En Argentina, el último caso de polio se registró en 1984 y unos años más tarde se pudo confirmar la certificación oficial de la eliminación de la polio en toda América. “La Erradicación de la Poliomielitis se llevó a cabo a través de cinco indicadores; obteniéndose la certificación oficial para la Región de las Américas en 1994″, informó la Organización Panamericana de la Salud en la Revista Panamericana de Salud Pública.
Actualmente la Argentina dejó de utilizar la vacuna oral contra la polio y pasó a aplicar exclusivamente la vacuna inactivada inyectable. Esta decisión se tomó siguiendo las recomendaciones de la Organización Mundial de la Salud (OMS) y forma parte de una estrategia global para erradicar definitivamente la enfermedad.
La vacuna oral, aunque efectiva y clave en la reducción de la polio, utiliza un virus atenuado que, en casos extremadamente raros, puede mutar y generar brotes de poliovirus derivado de la vacuna. Para evitar este riesgo y garantizar una inmunización más segura, Argentina y muchos otros países adoptaron el esquema de vacunación inyectable, que utiliza virus inactivados y no conlleva este peligro.
Erradicación global y rumores falsos
En 1988, la OMS lanzó la Iniciativa de Erradicación Mundial de la Poliomielitis. El objetivo era ambicioso: eliminar la enfermedad para el año 2000. Aunque no se logró en su totalidad, los avances fueron impresionantes. Logró una reducción de más del 99% en los casos a nivel global. Cuando comenzó, se estimaban 350.000 casos en más de 125 países endémicos; para 2018, esta cifra se redujo a solo 33 casos en dos países. Este éxito se atribuye a la vacunación de más de 2.500 millones de niños por una red global de 20 millones de voluntarios.
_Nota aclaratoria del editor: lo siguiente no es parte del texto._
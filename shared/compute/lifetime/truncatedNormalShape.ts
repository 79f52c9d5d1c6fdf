import { normalHazard } from './normalHazard'

/** Below this the closed form would subtract nearly equal numbers; the series is exact to 1e-13 there. */
const FAR_BELOW = -200

/**
 * Mean and sd of a normal law cut off at 0, in units of the sd of the whole law,
 *
 *     mean = α + λ,   var = 1 − λ(λ + α),   λ = φ(α)/Φ(α).
 *
 * @param alpha α = μ/σ of the whole law [–]
 * @returns mean and sd [–]; sd/mean tends to 1 for α → −∞
 * @remarks relative error of the sd below 1e-9 for α > −200, better than 1e-12 for α > −10
 * @see Johnson, N. L., Kotz, S. & Balakrishnan, N. (1994). Continuous Univariate Distributions, vol. 1, (13.134)–(13.135).
 * @example
 * truncatedNormalShape(0).mean // => 0.7978845608028654
 */
export function truncatedNormalShape(alpha: number): { readonly mean: number; readonly sd: number } {
  if (alpha < FAR_BELOW) {
    const square = 1 / (alpha * alpha)
    const mean = (1 - square * (2 - square * (10 - 74 * square))) / -alpha
    const variance = square * (1 - square * (6 - square * (50 - 518 * square)))
    return { mean, sd: Math.sqrt(variance) }
  }
  const lambda = normalHazard(-alpha)
  return { mean: alpha + lambda, sd: Math.sqrt(1 - lambda * (lambda + alpha)) }
}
Pero no todo fue fácil. En otros países, como Nigeria, rumores falsos sobre la vacuna llevaron a un boicot en 2003. El resultado fue un aumento del 900% en los casos de polio en solo dos años. Fue un recordatorio claro de que la desinformación puede costar vidas. En 2019, Filipinas reportó su primer caso en 19 años. En 2020, Pakistán y Afganistán siguieron siendo los únicos países donde el virus circula libremente.
Los conflictos armados y la desconfianza en las vacunas complican los esfuerzos. Por eso, la OMS y sus socios siguen trabajando para erradicar la enfermedad. En 2020, África fue declarada libre de polio salvaje, un logro monumental. Pero el desafío continúa. Expertos afirman que se necesitan más fondos, voluntarios y concientización.
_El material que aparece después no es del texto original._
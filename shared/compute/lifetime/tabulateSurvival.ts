import { ComputeError } from '@/shared/compute/errors'
import { lifetimeLaw } from './lifetimeLaw'
import type { Lifetime } from './lifetime.types'
import { survivalTable, type SurvivalTable } from './survivalTable'

/**
 * Tabulates a survival function once, so that no building is ever evaluated twice. With the year offset o as first
 * age, entry j belongs to the end of the j-th year after the construction year.
 *
 * @param firstAgeYears age of entry 0 [yr]; S(a) = 1 for a ≤ 0
 * @param length number of ages, ≥ 1
 * @returns ln S, S and the share leaving in the following year, each of the given length
 * @throws {ComputeError} `not-a-number`, `parameter-not-positive`, `empty-input`
 * @see Kalbfleisch, J. D. & Prentice, R. L. (2002). The Statistical Analysis of Failure Time Data, 2nd ed., §1.2.
 * @example
 * tabulateSurvival({ model: 'exponential', meanYears: 50 }, 0.5, 3).logSurvival // => [-0.01, -0.03, -0.05]
 */
export function tabulateSurvival(lifetime: Lifetime, firstAgeYears: number, length: number): SurvivalTable {
  if (!Number.isFinite(firstAgeYears)) throw new ComputeError('not-a-number', { firstAgeYears })
  if (!(Number.isInteger(length) && length >= 1)) throw new ComputeError('empty-input', { length })
  const law = lifetimeLaw(lifetime)
  const logSurvival = Float64Array.from({ length: length + 1 }, (_, step) => {
    const age = firstAgeYears + step
    return age > 0 ? law.logSurvival(age) : 0
  })
  return survivalTable(firstAgeYears, logSurvival)
}
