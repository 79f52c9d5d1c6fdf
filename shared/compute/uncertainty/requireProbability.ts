import { ComputeError } from '@/shared/compute/errors'

/**
 * Refuses a probability that leaves no room on either side.
 *
 * @param probability p [–], in (0, 1)
 * @throws {ComputeError} `share-out-of-range`
 * @example
 * requireProbability(0.5) // => undefined
 */
export function requireProbability(probability: number): void {
  if (!(probability > 0 && probability < 1)) throw new ComputeError('share-out-of-range', { probability })
}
En Argentina, las campañas de vacunación siguen siendo una prioridad. Cada año, millones de niños reciben la vacuna oral contra la polio, asegurando que el virus no regrese. Pero el movimiento antivacunas representa una amenaza creciente. En 2018, un brote de sarampión en el país sirvió como advertencia: si se reduce la vacunación, enfermedades que parecían en el olvido pueden volverse una realidad concreta.
No hace falta más que observar como, en 2019, Samoa sufrió un brote de sarampión que causó la muerte de al menos 83 personas, principalmente niños, debido a la baja tasa de vacunación causada por la desinformación. Tras un error en la administración de la vacuna por parte de las encargadas de la aplicación, grupos antivacunas propagaron miedo, reduciendo la inmunización al 31% y dejando a la población vulnerable. El gobierno declaró el estado de emergencia y lanzó una campaña de vacunación masiva, logrando superar el 95% de cobertura y contener el brote. Este caso evidenció el impacto de la desinformación y la importancia de la confianza en las campañas sanitarias.